With support from a SHRF Impact Grant and a Public Health Agency of Canada (PHAC) diabetes challenge award, Dr. Vatanparast and his team are working with Cowessess First Nation to develop a homegrown intervention to promote healthy living and address their community’s high prevalence of diabetes. The project, which includes an award-winning youth component, is intended to empower community members to develop and implement their own solutions.
In early December 2023, Vatanparast was part of a community engagement event in Cowessess, involving close to 100 people of all ages. On the agenda was a discussion about how youth could become champions for change in the community.
“It was one of the most rewarding moments I’ve had in that community, seeing elders, young adults, and youth reflecting and coming up with ideas together – ‘we could do this’ ‘we could do that’. I was overwhelmed with happiness at that moment.”
The highlight, he says, came when a girl who’d been quiet up to that point held up her hand to contribute to the discussion. After she spoke, Vatanparast gently encouraged her to think even more broadly. She took up his challenge, answering his new questions with enthusiasm. “She was bursting with ideas,” recalls Vatanparast. The next day, the project’s community coordinator told Hassan the girl’s mother had recounted to her how excited the girl was when she got home, saying how good it felt to think outside the box and think about what role she and other youth in the community could play in bringing about positive change.

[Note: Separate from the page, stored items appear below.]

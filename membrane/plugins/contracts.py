"""What a plugin of each kind must do; ours and anyone's run these checks in their tests.

Each check raises PluginError with one sentence where the plugin breaks its contract.
"""

from __future__ import annotations

from collections.abc import Iterable
from dataclasses import fields, is_dataclass
from pathlib import Path
from typing import Any

import numpy as np

from membrane.errors import PluginError
from membrane.plugins.options import plain, read_options
from membrane.records.function import Function
from membrane.records.membrane import Contribution, Field, OwnForm
from membrane.records.outline import Drawing, Outline
from membrane.records.spectrum import Spectrum
from membrane.records.study import Study

STUDY_KEYS = frozenset(
    (
        *("name", "shape", "script", "at", "rotate", "areal_density", "added_density", "tension"),
        *("bedding", "support", "stiffness", "mass", "line_density", "line_stiffness"),
        *("left", "right"),
    )
)
"""Keys that stand beside a shape's own in the study file, so no outline may have them."""

_ON_EDGES = (Field.EDGE_STIFFNESS, Field.EDGE_MASS)
_ON_LINES = (Field.LINE_STIFFNESS, Field.LINE_MASS)
_TOLERANCE = 1e-9


def check_outline(module: Any, options: Any, kernel: Any = None) -> None:
    """An outline's options and edge names; with an open Kernel, its drawing as well."""
    _check_options(module, options)
    clash = STUDY_KEYS & {field.name for field in fields(module.Options)}
    _must(not clash, f"its options {sorted(clash)} are keys of the study file itself; rename them")
    names = module.edges(options)
    _must(isinstance(names, tuple) and names, "edges(options) must be a tuple of names")
    _must(len(set(names)) == len(names), f"edges(options) names an edge twice: {names}")
    _must(all(isinstance(name, str) and name for name in names), "an edge's name must be a text")
    if kernel is not None:
        drawing = module.build(kernel.geometry, options)
        _check_drawing(drawing, names, kernel, getattr(module, "OPEN", False))


def check_term(module: Any, study: Study, options: Any, outline: Outline) -> None:
    """A term's options, and what it contributes to a study on its outline."""
    _check_options(module, options)
    found = module.contribute(study, options, outline)
    _must(isinstance(found, Iterable), "contribute must hand back contributions")
    for part in found:
        _must(isinstance(part, Contribution | OwnForm), f"contribute handed back {part!r}")
        _check_part(part, outline)


def check_eigensolver(module: Any) -> None:
    """An eigensolver against pencils whose eigenvalues are known in closed form."""
    _check_docstring(module)
    held, stiff = _chain(40, free=False), _chain(40, free=True)
    for (K, M, exact), shift in ((held, 0.0), (stiff, -0.1)):
        values, vectors = module.solve(K, M, 6, shift)
        _must(np.shape(values) == (6,), f"solve must hand back (6,) values, not {np.shape(values)}")
        _must(
            np.shape(vectors) == (40, 6),
            f"solve must hand back (40, 6) vectors, not {np.shape(vectors)}",
        )
        off = np.abs(values - exact[:6]).max() / exact[5]
        _must(off < _TOLERANCE, f"the lowest eigenvalues are off by {off:.1e}")
        wrong = np.abs(K @ vectors - M @ vectors * values).max()
        largest = np.abs(K).max() * np.abs(vectors).max()
        _must(wrong < _TOLERANCE * largest, "K u = lambda M u does not hold")
        again = module.solve(K, M, 6, shift)[1]
        _must(np.array_equal(again, vectors), "the same pencil gives other vectors the second time")


def check_product(module: Any, spectrum: Spectrum, folder: Path, options: Any = None) -> None:
    """A product writes into the folder and leaves the spectrum as it was."""
    options = module.Options() if options is None else options
    _check_options(module, options)
    vectors, earlier = spectrum.modes.vectors.copy(), set(folder.rglob("*"))
    module.write(spectrum, folder, options)
    _must(np.array_equal(vectors, spectrum.modes.vectors), "write must not change the spectrum")
    _must(set(folder.rglob("*")) != earlier, "write must leave a file in the folder")


def _must(holds: Any, sentence: str) -> None:
    if not holds:
        raise PluginError(f"The plugin breaks its contract: {sentence}.")


def _check_docstring(module: Any) -> None:
    first = (module.__doc__ or "").strip().splitlines()[:1]
    _must(first and first[0].strip(), "the module's docstring must open with one sentence of help")


def _check_options(module: Any, options: Any) -> None:
    """Options are frozen, and the study file can write them down and read them again."""
    _check_docstring(module)
    kind = module.Options
    frozen = is_dataclass(kind) and getattr(kind, "__dataclass_params__").frozen  # noqa: B009
    _must(frozen, "Options must be a frozen dataclass")
    _must(isinstance(options, kind), f"{options!r} is not an instance of the plugin's Options")
    again = read_options(kind, plain(options))
    _must(again == options, f"the study file would read {options!r} as {again!r}")


def _check_drawing(drawing: Any, names: tuple[str, ...], kernel: Any, is_open: bool) -> None:
    _must(isinstance(drawing, Drawing), "build must hand back a Drawing")
    lips = [lip for slit in drawing.slits for lip in (slit.left, slit.right)]
    drawn = (*drawing.edges, *lips)
    _must(sorted(drawn) == sorted(names), f"build names the edges {drawn}, edges() says {names}")
    if not is_open:
        dim, face = drawing.surface.dim_tag
        _must(dim == 2, "the drawing's surface is not a surface")
        _must(kernel.area(face) > 0.0, "the drawing's surface has no area")
    _must(not is_open or drawing.surface is None, "an open line must have no surface")
    curves = [curve.dim_tag for edge in drawing.edges.values() for curve in edge]
    curves += [slit.curve.dim_tag for slit in drawing.slits]
    _must(all(dim == 1 for dim, _ in curves), "an edge of the drawing is not made of curves")
    _must(len(set(curves)) == len(curves), "a curve of the drawing belongs to two edges")


def _check_part(part: Contribution | OwnForm, outline: Outline) -> None:
    _must(part.key, "a contribution must say the study key that scales it")
    _must(np.isfinite(part.scale), f"the scale of {part.key} is not finite")
    known = tuple(region.name for region in outline.regions)
    if isinstance(part, Contribution) and part.field in _ON_EDGES + _ON_LINES:
        known = outline.edges if part.field in _ON_EDGES else outline.lines
    strange = sorted(set(part.where) - set(known))
    _must(not strange, f"{part.key} lives on {strange}, known are {list(known)}")
    if isinstance(part, OwnForm):
        _must(part.side in ("stiffness", "mass"), f"{part.key} has side {part.side!r}")
    else:
        _check_value(part)


def _check_value(part: Contribution) -> None:
    if isinstance(part.value, Function):
        has, wanted = part.value.tensor is not None, part.field is Field.TENSION
        worded = "with" if has else "without"
        _must(has == wanted, f"the value of {part.key} is a function {worded} a tensor")
        return
    value = np.asarray(part.value, dtype=float)
    shapes = ((), (2, 2)) if part.field is Field.TENSION else ((),)
    _must(value.shape in shapes, f"the value of {part.key} has shape {value.shape}")
    _must(np.isfinite(value).all(), f"the value of {part.key} is not finite")
    _must(np.array_equal(value, value.T), f"the value of {part.key} is not symmetric")


def _chain(size: int, free: bool) -> tuple[Any, Any, Any]:
    """Beads on a string, held or free at the ends: K, M and all eigenvalues.

    Eigenvalues 2 - 2 cos(k pi / (n + 1)), k = 1..n, held; 2 - 2 cos(k pi / n), k = 0..n-1,
    free (standard; e.g. Strang, SIAM Review 41 (1999) 135, from memory); M doubles the mass.
    """
    from scipy.sparse import csc_array

    diagonal = np.full(size, 2.0)
    if free:
        diagonal[[0, -1]] = 1.0
    K = np.diag(diagonal) - np.eye(size, k=1) - np.eye(size, k=-1)
    numbers = np.arange(size) if free else np.arange(1, size + 1)
    exact = 1.0 - np.cos(numbers * np.pi / (size if free else size + 1))
    return csc_array(K), csc_array(2.0 * np.eye(size)), exact
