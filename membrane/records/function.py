"""A coefficient that varies over the head, as a function of place."""

from __future__ import annotations

from collections.abc import Callable, Mapping
from dataclasses import dataclass, field, replace
from typing import Any, TypeAlias

import numpy as np

from membrane.records.arrays import Bools, Floats
from membrane.records.breaks import Break, Place
from membrane.records.sign import Sign

Rule = Callable[[Floats, Floats], Floats]


@dataclass(frozen=True)
class Function:
    """A number at every place (x, y), times a constant tensor where it has one.

    source : how it is given, in the study file's own keys
    rule : numbers (n,) at x (n,) and y (n,), metres from ``origin``
    kinks : points (x, y), metres from ``origin``, where the rule is not smooth
    breaks : lines, about ``origin``, along which the rule has a jump or a kink
    notes : sentences for the user on what is not known of the rule
    factor : SI units in one of the rule's
    unit, noun : the SI unit, and what the number is, such as "an areal density"
    sign : of its numbers
    origin : (x, y), metres, where the rule's own x and y are zero
    tensor : (2, 2), dimensionless, None for a plain number
    """

    source: Mapping[str, Any]
    rule: Rule = field(compare=False, repr=False)
    kinks: tuple[tuple[float, float], ...] = ()
    breaks: tuple[Break, ...] = ()
    notes: tuple[str, ...] = ()
    factor: float = 1.0
    unit: str = ""
    noun: str = "a number"
    sign: Sign = Sign.ANY
    origin: tuple[float, float] = (0.0, 0.0)
    tensor: Floats | None = field(default=None, compare=False)

    def __call__(self, x: Floats, y: Floats) -> Floats:
        """Values, SI, of shape ``x.shape``, or (2, 2, *x.shape) of a tensor."""
        numbers = self.numbers(x, y)
        return numbers if self.tensor is None else np.multiply.outer(self.tensor, numbers)

    def numbers(self, x: Floats, y: Floats) -> Floats:
        """The numbers alone, SI, of shape ``x.shape``."""
        own_x, own_y = np.ravel(x) - self.origin[0], np.ravel(y) - self.origin[1]
        return self.factor * self.rule(own_x, own_y).reshape(np.shape(x))

    def are_allowed(self, numbers: Floats) -> Bools:
        """Which numbers are finite and have the right sign."""
        allowed: Bools = np.isfinite(numbers) & np.asarray(self.sign.allows(numbers))
        return allowed

    def moved(self, origin: tuple[float, float]) -> Function:
        """The same function about another origin (x, y), metres."""
        return replace(self, origin=origin)

    def times(self, tensor: Floats) -> Function:
        """The same function, its numbers scaling a constant tensor (2, 2)."""
        return replace(self, tensor=tensor)

    def breaks_at(self, place: Place, slack: float) -> bool:
        """Whether a line of breaks passes a place (x, y), give or take ``slack`` metres."""
        own = place[0] - self.origin[0], place[1] - self.origin[1]
        return any(line.distance(own) <= slack for line in self.breaks)

    @property
    def places_of_kinks(self) -> Floats:
        """(2, n), metres, about the drawing's origin."""
        own = np.reshape(np.asarray(self.kinks, dtype=float), (-1, 2)).T
        return np.asarray(own + np.reshape(self.origin, (2, 1)))


Amount: TypeAlias = float | Function
"""A coefficient of a study: one SI number, or a function of place."""
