"""Outline plugins that are a script of the user's, named by its path."""

from __future__ import annotations

import sys
from functools import lru_cache
from hashlib import sha256
from importlib.util import module_from_spec, spec_from_file_location
from pathlib import Path
from types import ModuleType

from membrane.errors import PluginError


def is_script(name: str) -> bool:
    """Whether an outline is named by the path of a script."""
    return name.endswith(".py")


def load_script(path: str) -> ModuleType:
    """Run a script and keep its module until the file changes.

    Raises PluginError where there is no such file or it fails.
    """
    file = Path(path)
    if not file.is_file():
        raise PluginError(f"There is no outline script {file}.")
    return _load(file.resolve(), file.stat().st_mtime_ns)


@lru_cache(maxsize=32)
def _load(file: Path, changed: int) -> ModuleType:
    # A private name, so that a script called math.py shadows nothing.
    name = f"_membrane_outline_{sha256(str(file).encode()).hexdigest()[:16]}_{changed}"
    spec = spec_from_file_location(name, file)
    if spec is None or spec.loader is None:
        raise PluginError(f"The outline script {file} cannot be read as Python.")
    module = module_from_spec(spec)
    sys.modules[name] = module  # dataclasses look their module up while it runs
    try:
        spec.loader.exec_module(module)
    except Exception as failure:  # a user's script may raise anything at all
        del sys.modules[name]
        raise PluginError(
            f"The outline script {file} fails ({type(failure).__name__}: {failure}); repair it."
        ) from failure
    return module
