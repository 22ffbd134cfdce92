"""The common sparsity pattern of several matrices, so that sums of them cost little."""

from __future__ import annotations

from collections.abc import Iterable, Sequence
from dataclasses import dataclass
from typing import Any

import numpy as np

from membrane.records.arrays import Floats, Ints


@dataclass(frozen=True)
class Pattern:
    """Where the entries of each matrix lie in the arrays of a CSC matrix that holds them all.

    places : for each matrix, (nnz,) numbers into the common ``indices``
    data : for each matrix, its entries (nnz,), in the same order
    """

    indptr: Ints
    indices: Ints
    places: tuple[Ints, ...]
    data: tuple[Floats, ...]

    @classmethod
    def of(cls, matrices: Sequence[Any]) -> Pattern:
        """The pattern of sparse square matrices of one shape."""
        from scipy.sparse import csc_array

        columns = [_plain(csc_array(matrix)) for matrix in matrices]
        union = _union(columns)
        keys = _keys(union)
        places = tuple(np.searchsorted(keys, _keys(matrix)) for matrix in columns)
        return cls(union.indptr, union.indices, places, tuple(m.data for m in columns))

    def total(self, numbers: Iterable[tuple[int, float]]) -> Any:
        """CSC sum of number x matrix over pairs (which matrix, number)."""
        from scipy.sparse import csc_array

        data = np.zeros(len(self.indices))
        for which, number in numbers:
            data[self.places[which]] += number * self.data[which]
        size = len(self.indptr) - 1
        total = csc_array((data, self.indices, self.indptr), shape=(size, size))
        total.has_canonical_format = True
        return total


def _plain(matrix: Any) -> Any:
    if not matrix.has_canonical_format:
        matrix = matrix.copy()
        matrix.sum_duplicates()
    return matrix


def _union(matrices: list[Any]) -> Any:
    """A CSC matrix of positive entries wherever one of the matrices stores one."""
    from scipy.sparse import csc_array

    marks = [
        csc_array((np.ones(m.nnz, dtype=np.int32), m.indices, m.indptr), shape=m.shape)
        for m in matrices
    ]
    union = sum(marks[1:], marks[0])
    union.sort_indices()
    return union


def _keys(matrix: Any) -> Ints:
    """(nnz,) column x size + row: rising in a CSC matrix with sorted indices."""
    size = matrix.shape[0]
    column = np.repeat(np.arange(size, dtype=np.int64), np.diff(matrix.indptr))
    return np.asarray(column * size + matrix.indices)
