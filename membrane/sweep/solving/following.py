"""The branches of a sweep: the modes of one point carried on to its neighbours on the grid."""

from __future__ import annotations

import numpy as np
from threadpoolctl import threadpool_limits

from membrane.branches import Followed, Shapes, follow_grid
from membrane.branches.walk import GUARDS
from membrane.records.arrays import Ints
from membrane.records.sweep import Pick
from membrane.sweep.branched import Branches, in_order
from membrane.sweep.points import Point, Points
from membrane.sweep.solving.reduced import ReducedSolves
from membrane.sweep.solving.shapes import shapes_at
from membrane.wording import listed

MOST_AXES = 2


def why_not_followed(points: Points) -> str:
    """The sentence that says why branches cannot be followed; "" where they can."""
    sweep = points.sweep
    if sweep.pick is not Pick.GRID:
        return f'they are followed along the axes of a grid, not with pick = "{sweep.pick}".'
    shaping = [axis.key for axis, shapes in zip(sweep.axes, points.shaping, strict=True) if shapes]
    if shaping:
        return f"modes cannot be followed from mesh to mesh, as {listed(shaping)} would need."
    if len(sweep.axes) > MOST_AXES:
        return f"they are followed along at most {MOST_AXES} axes, not {len(sweep.axes)}."
    return ""


def followed(solves: ReducedSolves, points: Points, count: int) -> Branches:
    """The branches of the lowest ``count`` modes, along the first axis from along the second.

    Places on the way count the values of an axis, so that steps are fine where these are close.
    Raises MembraneError where the modes at a place cannot be found.
    """
    axes = points.sweep.axes
    orders = [*map(in_order, axes), np.zeros(1, dtype=np.int64)]  # a second axis, if there is none
    first, second = (np.asarray(np.arange(len(order)), dtype=float) for order in orders[:MOST_AXES])
    values = [np.array(axis.values)[order] for axis, order in zip(axes, orders, strict=False)]

    def modes_at(*places: float) -> Shapes:
        ways = zip(places, (first, second), values, strict=False)
        point = Point(0, tuple(float(np.interp(place, steps, v)) for place, steps, v in ways))
        return shapes_at(solves, point, count + GUARDS)

    with threadpool_limits(limits=1, user_api="blas"):
        rows = follow_grid(modes_at, first, second, count)
    return _gathered(rows, orders[0], orders[1])


def _gathered(rows: tuple[Followed, ...], first: Ints, second: Ints) -> Branches:
    """Branches in the order of the points' numbers; the second axis runs fastest.

    first, second : where the places that were walked are on their axes
    """
    shape = len(first), len(second)
    numbers = np.empty((*shape, rows[0].branches.shape[1]), dtype=np.int64)
    lost = []
    for row, column in zip(rows, second, strict=True):
        numbers[first, column] = row.branches
        for ended in row.lost:
            at = np.ravel_multi_index((first[int(ended.place)], column), shape)
            lost.append((ended.branch, 1 + int(at)))
    return Branches(numbers.reshape(-1, numbers.shape[-1]), tuple(lost))
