"""Plugins of the four kinds: outlines, terms, eigensolvers and products."""

from membrane.plugins.registry import (
    GROUPS,
    OWN_PACKAGE,
    Plugin,
    describe,
    find,
    load,
    names,
    package_of,
    registered,
)

__all__ = [
    "GROUPS",
    "OWN_PACKAGE",
    "Plugin",
    "describe",
    "find",
    "load",
    "names",
    "package_of",
    "registered",
]
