"""From a pydantic error to a key's path and a sentence."""

from __future__ import annotations

from collections.abc import Mapping
from typing import Any

from membrane.wording import either, shown

_EXPECTED = {
    "string_type": "expected a text",
    "int_type": "expected a whole number",
    "int_from_float": "expected a whole number",
    "float_type": "expected a number",
    "bool_type": "expected true or false",
    "tuple_type": "expected a list",
    "list_type": "expected a list",
    "dict_type": "expected a table",
    "dataclass_type": "expected a table",
}


def sentence(key: str, error: Mapping[str, Any]) -> tuple[str, str]:
    """Full path below ``key`` and one sentence, from an item of ``ValidationError.errors()``."""
    inner = getattr(error.get("ctx", {}).get("error"), "key", "")
    return path(key, (*error["loc"], inner) if inner else error["loc"]), _sentence(error)


def path(key: str, inner: tuple[int | str, ...]) -> str:
    """``corners`` and (2, 0) give ``corners[3][1]``: places are counted from 1."""
    steps = (f"[{step + 1}]" if isinstance(step, int) else f".{step}" for step in inner)
    return key + "".join(steps)


def _sentence(error: Mapping[str, Any]) -> str:
    kind, given, context = error["type"], error["input"], error.get("ctx", {})
    if kind == "value_error":
        return str(context["error"])
    if kind == "enum" or kind == "literal_error":
        return f"expected {_choices(context['expected'])}, got {shown(given)}."
    if kind == "missing":
        return "is missing; give it a value."
    if kind == "too_long":
        return f"expected {context['max_length']} entries, got {context['actual_length']}."
    if kind == "too_short":
        least, had = context["min_length"], context["actual_length"]
        return f"expected at least {least} entries, got {had}."
    expected = _EXPECTED.get(kind) or _worded(error["msg"])
    return f"{expected}, got {shown(given)}."


def _choices(expected: str) -> str:
    """Pydantic's "'a', 'b' or 'c'" in double quotes."""
    return either(part for part in expected.split("'")[1::2])


def _worded(message: str) -> str:
    """Pydantic's "Input should be ..." as "expected ..."."""
    worded = message.removeprefix("Input should be ")
    return f"expected {worded}" if worded != message else message[0].lower() + message[1:]
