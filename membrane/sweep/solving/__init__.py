"""How points are answered: the one place of the sweeps that knows the order of the stages."""

from membrane.sweep.solving.full import FullSolves
from membrane.sweep.solving.reduced import ReducedSolves
from membrane.sweep.solving.sample import Sample, timed_sample
from membrane.sweep.solving.shaping import shaping_axes

__all__ = ["FullSolves", "ReducedSolves", "Sample", "shaping_axes", "timed_sample"]
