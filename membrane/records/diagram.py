"""Frequencies against one number of a study, branch by branch."""

from __future__ import annotations

from dataclasses import dataclass

from membrane.records.arrays import Floats, Ints


@dataclass(frozen=True)
class Panel:
    """One walk along the axis.

    title : what is the same all along it, "" where nothing else is swept
    frequencies : (n_places, count), Hz, rising at each place; NaN where there is none
    branches : (n_places, count), the branch of each of them, from 1; 0 for none
    lost : (branch, place) where a branch could not be followed on
    """

    title: str
    frequencies: Floats
    branches: Ints
    lost: tuple[tuple[int, float], ...] = ()


@dataclass(frozen=True)
class Diagram:
    """Walks along one axis.

    label : of the axis, with its unit
    places : (n_places,), rising or falling, in that unit
    """

    title: str
    label: str
    places: Floats
    panels: tuple[Panel, ...]
    logarithmic: bool = False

“If the only thing that comes out of that community engagement event was changing the way of thinking in even just one youth, that’s a major impact,” says Vatanparast. “That is my hope: that over the next few years, we can help them set an example as an Indigenous community that takes ownership of the problems they have proactively…with solutions generated by the community, not by outsiders. Then they can go to other communities and share their success story.”
Mona Alidadi, Odette Wills, Karim Karbin, Hassan Vatanparast, Mojtaba Shafiee, Michele Monroy Valle de Trejo, Zoe Longworth, Shafaq Saleem, Kelly Tan, Izuchukwi Ejie Photographer: Debra Marshall
When he reflects on his remarkable journey from training as a physician in Iran to becoming a leading researcher in Saskatchewan, Dr. Hassan Vatanparast is struck by the powerful influence his experiences have had on his career and his life. His commitment to improving health in disadvantaged populations – particularly their youngest members – has left a lasting mark on the landscape of public health research. The 2023 recipient of SHRF's Achievement Award, Hassan has made an impact that extends far beyond academic publications and achievements. He has touched countless lives, from the rural villages of Iran to the Indigenous communities of Saskatchewan. His story is a testament to the change that’s possible through the efforts of passionate individuals committed to making a difference.